_WORK TASK_.
Return all the entries below exactly as they were given.

_DATA FOR THIS EXERCISE_.
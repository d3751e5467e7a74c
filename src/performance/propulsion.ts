import { constantSpeedThrust } from '../physics/thrust/constant-speed.ts';
import { electricThrust } from '../physics/thrust/electric.ts';
import type { EngineAir } from '../physics/thrust/engine-air.ts';
import { fixedPitchThrust } from '../physics/thrust/fixed-pitch.ts';
import { jetThrust } from '../physics/thrust/jet.ts';
import { measuredThrust } from '../physics/thrust/measured.ts';
import type { Thrust } from '../physics/thrust/thrust.ts';
import { turbopropThrust } from '../physics/thrust/turboprop.ts';
import type { Disc, Propulsion } from './aeroplane.ts';
import { flatRatingDefault, propulsionDefault } from './propulsion-defaults.ts';

/**
 * Thrust of the running engines of a definition, in one state of the air.
 *
 * @param propulsion - figures of one engine; members absent take propulsionDefaults
 * @param runningEngines - 1 or more
 * @param air - at the runway
 * @param thrustFactor - of propulsionThrustFactor; absent: the definition's, else the kind's default
 * @returns the thrust of all of them together against true airspeed
 */
export function propulsionThrust(
  propulsion: Propulsion,
  runningEngines: number,
  air: EngineAir,
  thrustFactor?: number,
): Thrust {
  if (!(runningEngines >= 1)) throw new RangeError(`runningEngines must be 1 or more: ${runningEngines}`);
  const factor = thrustFactor ?? propulsion.thrustFactor ?? propulsionDefault(propulsion.kind, 'thrustFactor');
  switch (propulsion.kind) {
    case 'fixed-pitch':
      return fixedPitchThrust(
        {
          staticThrust: propulsion.staticThrust,
          propellerDiameter: propulsion.propellerDiameter,
          polarSlopeCoefficient:
            propulsion.polarSlopeCoefficient ?? propulsionDefault('fixed-pitch', 'polarSlopeCoefficient'),
          altitudeLapseCoefficient:
            propulsion.altitudeLapseCoefficient ?? propulsionDefault('fixed-pitch', 'altitudeLapseCoefficient'),
          temperatureExponent:
            propulsion.temperatureExponent ?? propulsionDefault('fixed-pitch', 'temperatureExponent'),
          humidityFactor: propulsion.humidityFactor ?? propulsionDefault('fixed-pitch', 'humidityFactor'),
          thrustFactor: factor,
        },
        runningEngines,
        air,
      );
    case 'constant-speed':
      return constantSpeedThrust(
        {
          power: propulsion.power,
          ...disc(propulsion, factor),
          altitudeLapseCoefficient:
            propulsion.altitudeLapseCoefficient ?? propulsionDefault('constant-speed', 'altitudeLapseCoefficient'),
          temperatureExponent:
            propulsion.temperatureExponent ?? propulsionDefault('constant-speed', 'temperatureExponent'),
          humidityFactor: propulsion.humidityFactor ?? propulsionDefault('constant-speed', 'humidityFactor'),
          ...(propulsion.criticalAltitude === undefined ? {} : { criticalAltitude: propulsion.criticalAltitude }),
        },
        runningEngines,
        air,
      );
    case 'turboprop': {
      const lapseExponent = propulsion.lapseExponent ?? propulsionDefault('turboprop', 'lapseExponent');
      const flatRating = propulsion.flatRating ?? flatRatingDefault(lapseExponent);
      const engine = { power: propulsion.power, ...disc(propulsion, factor), flatRating, lapseExponent };
      return turbopropThrust(engine, runningEngines, air);
    }
    case 'electric':
      return electricThrust({ power: propulsion.power, ...disc(propulsion, factor) }, runningEngines, air);
    case 'jet':
      return jetThrust(
        {
          staticThrust: propulsion.staticThrust,
          flatRating: propulsion.flatRating ?? propulsionDefault('jet', 'flatRating'),
          ...(propulsion.bypassRatio === undefined ? {} : { bypassRatio: propulsion.bypassRatio }),
          thrustFactor: factor,
        },
        runningEngines,
        air,
      );
    case 'measured':
      return measuredThrust({ ...propulsion, thrustFactor: factor }, runningEngines, air);
  }
}

function disc(propulsion: Disc & { readonly kind: 'constant-speed' | 'turboprop' | 'electric' }, thrustFactor: number) {
  return {
    propellerDiameter: propulsion.propellerDiameter,
    profileFactor: propulsion.profileFactor ?? propulsionDefault(propulsion.kind, 'profileFactor'),
    inducedFactor: propulsion.inducedFactor ?? propulsionDefault(propulsion.kind, 'inducedFactor'),
    thrustFactor,
    ...(propulsion.staticThrust === undefined ? {} : { staticThrust: propulsion.staticThrust }),
  };
}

_WRITTEN ANSWER_.
repository d3751e5467e7a74c
filename src/performance/propulsion.ts
import { constantSpeedThrust } from '../physics/thrust/constant-speed.ts';
import { electricThrust } from '../physics/thrust/electric.ts';
import type { EngineAir } from '../physics/thrust/engine-air.ts';
import { fixedPitchThrust } from '../physics/thrust/fixed-pitch.ts';
import { jetThrust } from '../physics/thrust/jet.ts';
import { measuredThrust } from '../physics/thrust/measured.ts';
import type { Thrust } from '../physics/thrust/thrust.ts';
import { turbopropThrust } from '../physics/thrust/turboprop.ts';
import type { Disc, Propulsion } from './aeroplane.ts';
import { flatRatingDefault, propulsionDefault } from './propulsion-defaults.ts';

/**
 * Thrust of the running engines of a definition, in one state of the air.
 *
 * @param propulsion - figures of one engine; members absent take propulsionDefaults
 * @param runningEngines - 1 or more
 * @param air - at the runway
 * @param thrustFactor - of propulsionThrustFactor; absent: the definition's, else the kind's default
 * @returns the thrust of all of them together against true airspeed
 */
export function propulsionThrust(
  propulsion: Propulsion,
  runningEngines: number,
  air: EngineAir,
  thrustFactor?: number,
): Thrust {
  if (!(runningEngines >= 1)) throw new RangeError(`runningEngines must be 1 or more: ${runningEngines}`);
  const factor = thrustFactor ?? propulsion.thrustFactor ?? propulsionDefault(propulsion.kind, 'thrustFactor');
  switch (propulsion.kind) {
    case 'fixed-pitch':
      return fixedPitchThrust(
        {
          staticThrust: propulsion.staticThrust,
          propellerDiameter: propulsion.propellerDiameter,
          polarSlopeCoefficient:
            propulsion.polarSlopeCoefficient ?? propulsionDefault('fixed-pitch', 'polarSlopeCoefficient'),
          altitudeLapseCoefficient:
            propulsion.altitudeLapseCoefficient ?? propulsionDefault('fixed-pitch', 'altitudeLapseCoefficient'),
          temperatureExponent:
            propulsion.temperatureExponent ?? propulsionDefault('fixed-pitch', 'temperatureExponent'),
          humidityFactor: propulsion.humidityFactor ?? propulsionDefault('fixed-pitch', 'humidityFactor'),
          thrustFactor: factor,
        },
        runningEngines,
        air,
      );
    case 'constant-speed':
      return constantSpeedThrust(
        {
          power: propulsion.power,
          ...disc(propulsion, factor),
          altitudeLapseCoefficient:
            propulsion.altitudeLapseCoefficient ?? propulsionDefault('constant-speed', 'altitudeLapseCoefficient'),
          temperatureExponent:
            propulsion.temperatureExponent ?? propulsionDefault('constant-speed', 'temperatureExponent'),
          humidityFactor: propulsion.humidityFactor ?? propulsionDefault('constant-speed', 'humidityFactor'),
          ...(propulsion.criticalAltitude === undefined ? {} : { criticalAltitude: propulsion.criticalAltitude }),
        },
        runningEngines,
        air,
      );
    case 'turboprop': {
      const lapseExponent = propulsion.lapseExponent ?? propulsionDefault('turboprop', 'lapseExponent');
      const flatRating = propulsion.flatRating ?? flatRatingDefault(lapseExponent);
      const engine = { power: propulsion.power, ...disc(propulsion, factor), flatRating, lapseExponent };
      return turbopropThrust(engine, runningEngines, air);
    }
    case 'electric':
      return electricThrust({ power: propulsion.power, ...disc(propulsion, factor) }, runningEngines, air);
    case 'jet':
      return jetThrust(
        {
          staticThrust: propulsion.staticThrust,
          flatRating: propulsion.flatRating ?? propulsionDefault('jet', 'flatRating'),
          ...(propulsion.bypassRatio === undefined ? {} : { bypassRatio: propulsion.bypassRatio }),
          thrustFactor: factor,
        },
        runningEngines,
        air,
      );
    case 'measured':
      return measuredThrust({ ...propulsion, thrustFactor: factor }, runningEngines, air);
  }
}

function disc(propulsion: Disc & { readonly kind: 'constant-speed' | 'turboprop' | 'electric' }, thrustFactor: number) {
  return {
    propellerDiameter: propulsion.propellerDiameter,
    profileFactor: propulsion.profileFactor ?? propulsionDefault(propulsion.kind, 'profileFactor'),
    inducedFactor: propulsion.inducedFactor ?? propulsionDefault(propulsion.kind, 'inducedFactor'),
    thrustFactor,
    ...(propulsion.staticThrust === undefined ? {} : { staticThrust: propulsion.staticThrust }),
  };
}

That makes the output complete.